For six days in a row, he gave organic beet juice to ten healthy volunteers. Then, he asked them to perform a leg exercise: 60 quadriceps contractions on a machine at maximum intensity. In the conclusions of the study, a significant increase in nitrate levels in the muscle was reported, which when doing the exercises caused an increase in muscle strength of 7% compared to when those volunteers took a placebo.

team sports

“Nitrates seem to increase the function of type II muscle fibers, with the consequent lower energy expenditure,” explains Raúl López-Gueso, dietitian-nutritionist, doctor in Physiology and also member of the Spanish Academy of Nutrition and Dietetics. So “it would improve performance in long-duration sports, but also in team sports due to greater involvement of intermittent high-intensity effort.” According to the expert, it would delay fatigue between 4 and 25%. Likewise, “a positive effect has also been seen in explosive and strength-power sports.”

  • The dose

    To obtain improvements in sports performance by drinking beet juice, experts recommend taking between 400 and 500 ml a day. And it can be done on the day of the test, what they call the “acute form,” or between 3 and 12 days before, which is the “chronic form.”

  • Control schedules

    Drinking the juice right before going out to the competition does not help much. It is best to do it between 60 and 90 minutes before exercise since the effects of supplementation are obtained 150 minutes after ingestion.

  • The color of urine

    Consumption of beet juice changes the color of urine (more pink) and stool, but there is no need to be scared.
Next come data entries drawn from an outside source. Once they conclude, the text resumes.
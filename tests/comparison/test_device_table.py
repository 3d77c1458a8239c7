from dataclasses import replace

import numpy as np
import pytest

from wavegen.comparison.device_gain import device_gain
from wavegen.comparison.device_table import device_table, write_device
from wavegen.core.errors import FileError
from wavegen.stages.device.measured_amplifier import read_amplifier


@pytest.fixture
def gain(side, noise, rapp):
    samples = noise(1 << 16) * 0.4
    sides = side(samples, level_dbm=0.0), side(10 * rapp(samples), level_dbm=0.0)
    return device_gain(sides, None, tolerance_db=0.2, down_to=1e-3)


def table_of(gain, **settings):
    return device_table(
        gain.points,
        gain.small,
        gain.fit,
        gain.alignment,
        mean_db=gain.means_db[0],
        peak_db=gain.source.peak_db,
        **settings,
    )


@pytest.mark.parametrize("by_fit", [False, True])
def test_the_stage_reads_what_was_written(gain, tmp_path, by_fit):
    path = tmp_path / "device.csv"
    write_device(table_of(gain, by_fit=by_fit), path, is_absolute=True, has_phase=True)
    amplifier = read_amplifier(path)
    amplitude = np.array([0.03, 0.3, 1.0, 1.3])
    true = 10 / (1 + amplitude**4) ** 0.25
    # Read between bins of a histogram, and between rows half a dB apart.
    assert np.abs(amplifier.gain(amplitude)) == pytest.approx(true, rel=0.01)
    assert 20 * np.log10(amplifier.largest) > gain.source.peak_db + 2.5
    text = path.read_text()
    assert "extrapolated" in text
    assert "not known" not in text


def test_the_phase_stands_at_its_level_whatever_the_scale(side, noise):
    """Levels in dBm, samples in parts of full scale: the turn is looked up over the mean."""
    samples = noise(1 << 16) * 0.4
    turned = samples * np.exp(0.5j * np.abs(samples) ** 2)  # 0.5 rad at a power of 1
    for level_dbm in (None, -37.0):
        sides = side(samples, level_dbm=level_dbm), side(turned, level_dbm=level_dbm)
        found = device_gain(sides, None, tolerance_db=0.2, down_to=1e-3)
        table = table_of(found, by_fit=False)
        over = table.input_dbm - found.means_db[0]
        mean = float(np.mean(np.abs(samples) ** 2))
        used = (over > -10) & (over < 7)
        expected = np.rad2deg(0.5 * mean * 10 ** (over[used] / 10))
        # In bins half a dB wide, from the turn in the lowest of them.
        assert table.phase_deg[used] == pytest.approx(expected, rel=0.06, abs=0.2)


def test_rows_rise(gain):
    for by_fit in (False, True):
        table = table_of(gain, by_fit=by_fit)
        assert (np.diff(table.input_dbm) > 0).all()
        assert (np.diff(table.output_dbm) >= 0).all()
        assert table.is_fit == by_fit


def test_rows_rise_where_the_gain_at_low_levels_is_unsure(gain):
    off = replace(gain.small, gain_db=gain.small.gain_db + 6)
    table = table_of(replace(gain, small=off), by_fit=False)
    assert (np.diff(table.output_dbm) >= 0).all()


def test_what_is_relative_says_so_and_files_are_kept(gain, tmp_path):
    path = tmp_path / "device.csv"
    write_device(table_of(gain, by_fit=False), path, is_absolute=False, has_phase=False)
    text = path.read_text()
    assert "0 dBm stands for the mean input" in text
    assert "phase is not known" in text
    with pytest.raises(FileError):
        write_device(table_of(gain, by_fit=True), path, is_absolute=True, has_phase=True)
    assert path.read_text() == text
    write_device(
        table_of(gain, by_fit=True), path, is_absolute=True, has_phase=True, overwrite=True
    )
    assert path.read_text() != text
At the end of 2023, another study was published in which it was also found that drinking beet juice was good for those suffering from COPD after a twelve-week experiment with those affected by this serious lung disease: a reduction in blood pressure and a increased distance that those who took the juice could walk compared to those who did not. Of course, Professor Nicholas Hopkinson and his team at Imperial College London, in charge of the project, recognized that these “very promising results should be confirmed with larger, long-term studies.”

In fact, an area in which more research is needed is the negative effects that eating certain amounts of beets can cause given their contribution of nitrates. For example, it is recommended to monitor its consumption in those who have kidney or liver problems. And precisely for this reason it is not advisable to use supplements without professional supervision.